[[ Records supplied, beginning ]]

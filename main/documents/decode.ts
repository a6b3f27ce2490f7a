import type { Problem } from '../contract/errors'

/** Largest document that is read [bytes]. */
export const largestDocument = 5_000_000

export type Decoded = { readonly ok: true; readonly text: string; readonly changes: string[] } | { readonly ok: false; readonly problem: Problem }

const wanted = 'a JSON text in UTF-8'
const refuse = (code: Problem['code'], value: string, hint: string): Decoded =>
  ({ ok: false, problem: { code, path: '', value, allowed: wanted, hint } })

/** UTF-16 shows by its mark, or by every other byte of the first few being zero. */
function looksLikeUtf16(bytes: Uint8Array): boolean {
  const [first, second, third, fourth] = bytes
  if ((first === 0xff && second === 0xfe) || (first === 0xfe && second === 0xff)) return true
  return bytes.length >= 4 && ((first === 0 && third === 0) || (second === 0 && fourth === 0)) && (first !== 0 || second !== 0)
}

function firstFault(bytes: Uint8Array): string {
  const lines = new TextDecoder('utf-8').decode(bytes).split('\uFFFD')[0].split('\n')
  return `a byte that is not UTF-8 in line ${lines.length}`
}

function decodeBytes(bytes: Uint8Array): Decoded {
  if (looksLikeUtf16(bytes)) return refuse('not_text', 'a text in UTF-16', 'Save the file again as UTF-8.')
  if (bytes.subarray(0, 4096).includes(0)) return refuse('not_text', 'a binary file', 'A plan is a text file whose name ends in .bank.json.')
  try {
    return { ok: true, text: new TextDecoder('utf-8', { fatal: true, ignoreBOM: true }).decode(bytes), changes: [] }
  } catch {
    return refuse('not_text', firstFault(bytes), 'Save the file again as UTF-8.')
  }
}

/** Bytes or text of a document as text, without a byte order mark; nothing is replaced in silence. */
export function decodeDocument(input: string | Uint8Array): Decoded {
  if (input.length > largestDocument) return refuse('too_large', `${input.length} bytes`, `A plan has at most ${largestDocument} bytes.`)
  const decoded: Decoded = typeof input === 'string' ? { ok: true, text: input, changes: [] } : decodeBytes(input)
  if (!decoded.ok || !decoded.text.startsWith('\uFEFF')) return decoded
  return { ok: true, text: decoded.text.slice(1), changes: ['The byte order mark at the start was dropped.'] }
}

[[ Records supplied, end ]]

What you are asked to do
Identify the lines above with the word "function". Copy them.

Answer for this exercise
function looksLikeUtf16(bytes: Uint8Array): boolean {
function firstFault(bytes: Uint8Array): string {
function decodeBytes(bytes: Uint8Array): Decoded {
export function decodeDocument(input: string | Uint8Array): Decoded {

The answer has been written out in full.